When the block NB of the transmitted light amount distribution 4 where the number of grains has a peak value is outside the light amount adjustment setting range L±n blocks due to light amount adjustment, the peak block NB and the value NC at the center position of the setting range are The changed light amount is determined based on the difference ΔB, and the light amount adjustment control is performed as described above, but the end of the light amount adjustment is not determined by finding the average value of brown rice in the portion corresponding to brown rice.

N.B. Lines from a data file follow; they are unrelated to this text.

/**
 * Eigen-decomposition of a real symmetric matrix by the cyclic Jacobi method (Golub & Van Loan 2013, Matrix
 * Computations 4th ed., §8.5, Alg. 8.5.2 "sym.schur2" rotations with the row-by-row cyclic ordering).
 * Accurate to high relative precision for small matrices; cost O(n^3) per sweep, typically 6-10 sweeps.
 */

export type SymmetricEigen = {
  /** Eigenvalues in ascending order. */
  values: Float64Array;
  /** Eigenvectors as columns, row-major n x n: component i of eigenvector k is vectors[i * n + k]. Orthonormal. */
  vectors: Float64Array;
  sweeps: number;
};

export function jacobiEigenSymmetric(a: Float64Array, n: number, maxSweeps = 60): SymmetricEigen {
  if (a.length !== n * n) throw new RangeError('jacobiEigenSymmetric: size mismatch');
  const m = Float64Array.from(a);
  // symmetrise defensively
  for (let i = 0; i < n; i++) for (let j = i + 1; j < n; j++) m[i * n + j] = m[j * n + i] = 0.5 * (m[i * n + j] + m[j * n + i]);
  const v = new Float64Array(n * n);
  for (let i = 0; i < n; i++) v[i * n + i] = 1;
  let sweeps = 0;
  for (; sweeps < maxSweeps; sweeps++) {
    let off = 0;
    let total = 0;
    for (let i = 0; i < n; i++) {
      for (let j = 0; j < n; j++) {
        const x = m[i * n + j] * m[i * n + j];
        total += x;
        if (i !== j) off += x;
      }
    }
    if (off <= 1e-32 * total || off === 0) break;
    for (let p = 0; p < n - 1; p++) {
      for (let q = p + 1; q < n; q++) {
        const apq = m[p * n + q];
        if (apq === 0) continue;
        const app = m[p * n + p];
        const aqq = m[q * n + q];
        // Golub & Van Loan sym.schur2: tau = (a_qq - a_pp)/(2 a_pq), t = sign(tau)/(|tau| + sqrt(1 + tau^2))
        const tau = (aqq - app) / (2 * apq);
        const t = (tau >= 0 ? 1 : -1) / (Math.abs(tau) + Math.hypot(1, tau));
        const c = 1 / Math.hypot(1, t);
        const s = t * c;
        // M <- J^T M J with J the rotation in the (p, q) plane
        for (let k = 0; k < n; k++) {
          const mkp = m[k * n + p];
          const mkq = m[k * n + q];
          m[k * n + p] = c * mkp - s * mkq;
          m[k * n + q] = s * mkp + c * mkq;
        }
        for (let k = 0; k < n; k++) {
          const mpk = m[p * n + k];
          const mqk = m[q * n + k];
          m[p * n + k] = c * mpk - s * mqk;
          m[q * n + k] = s * mpk + c * mqk;
        }
        m[p * n + q] = 0;
        m[q * n + p] = 0;
        for (let k = 0; k < n; k++) {
          const vkp = v[k * n + p];
          const vkq = v[k * n + q];
          v[k * n + p] = c * vkp - s * vkq;
          v[k * n + q] = s * vkp + c * vkq;
        }
      }
    }
  }
  // sort ascending
  const order = Array.from({ length: n }, (_, i) => i).sort((x, y) => m[x * n + x] - m[y * n + y]);
  const values = new Float64Array(n);
  const vectors = new Float64Array(n * n);
  order.forEach((src, k) => {
    values[k] = m[src * n + src];
    for (let i = 0; i < n; i++) vectors[i * n + k] = v[i * n + src];
  });
  return { values, vectors, sweeps };
}

/** Reconstruct V diag(values) V^T. */
export function fromEigen(values: Float64Array, vectors: Float64Array, n: number): Float64Array {
  const out = new Float64Array(n * n);
  for (let i = 0; i < n; i++) {
    for (let j = i; j < n; j++) {
      let s = 0;
      for (let k = 0; k < n; k++) s += vectors[i * n + k] * values[k] * vectors[j * n + k];
      out[i * n + j] = s;
      out[j * n + i] = s;
    }
  }
  return out;
}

When the peak block NE of the transmitted light amount distribution 4 where the number of grains reaches the peak value is within the setting range Lfn block, the changing light amount is determined in the same way as above, but after making the change - times, An average brown rice block value is obtained from the average value of a plurality of brown rice blocks, and control is performed so that termination is determined depending on whether or not the value is within a set range.

In other words, the transmitted light amount NB of the sample grains is equivalent to that of brown rice.

When it is far from the setting range, there is no need to judge whether the light intensity adjustment is finished yet, so I focused only on the peak block of grain number and changed the light intensity next time. When NE approaches within the set range, there is a high possibility that the next light intensity change will bring it within the set range, so the average value of not only the peak block but also multiple blocks of the portion equivalent to brown rice that includes this peak block is calculated. In search of
If this average value is within the set range, it is determined that the light amount adjustment has ended.

[Brief explanation of drawings]

The figures show an embodiment of the present invention. Figure 1 is a block diagram of the removal rate control, Figures 2 and 3 are graphs of the transmitted light amount distribution in the removal rate sensor, and Figure 4 is a diagram of the rice hulling machine. Slope map, 5th
The figure is a transmitted light amount distribution graph of a partially different embodiment, and FIG. 6 is a control flowchart thereof. (Explanation of symbols) 1 Dehulling rate sensor 2 Hulling device 3 Dehulled rice 4 Transmitted light amount distribution 5.6 Dehulling roll 16 Light emitting element 8 9 2 Light amount control device output circuit type setting switch Unhusked brown rice threshold

Claims (1)

[Claims] While the rice 3 removed by the hulling device 2 is passed through the sensor light emitting area of the removal rate sensor 1, the boundary between paddy M and brown rice G is determined by the transmitted light amount distribution 4 by the removal rate sensor 1. In the removal rate control, which calculates the removal rate by determining the threshold value K and adjusts and controls the roll gap between the pair of removal rolls 5 and 6 based on this removal rate, the removal rate is adjusted per one time according to the product type, etc. A light intensity adjustment setting range L is set in which the light reception level of the smooth rice 3 equivalent to brown rice G is constant while changing the light intensity of the light-emitting element 16 of the desorption rate sensor 1 based on the changed light intensity.
A light amount adjustment control method for an exit rate sensor, which is characterized by automatically controlling the light amount so that the light enters the room.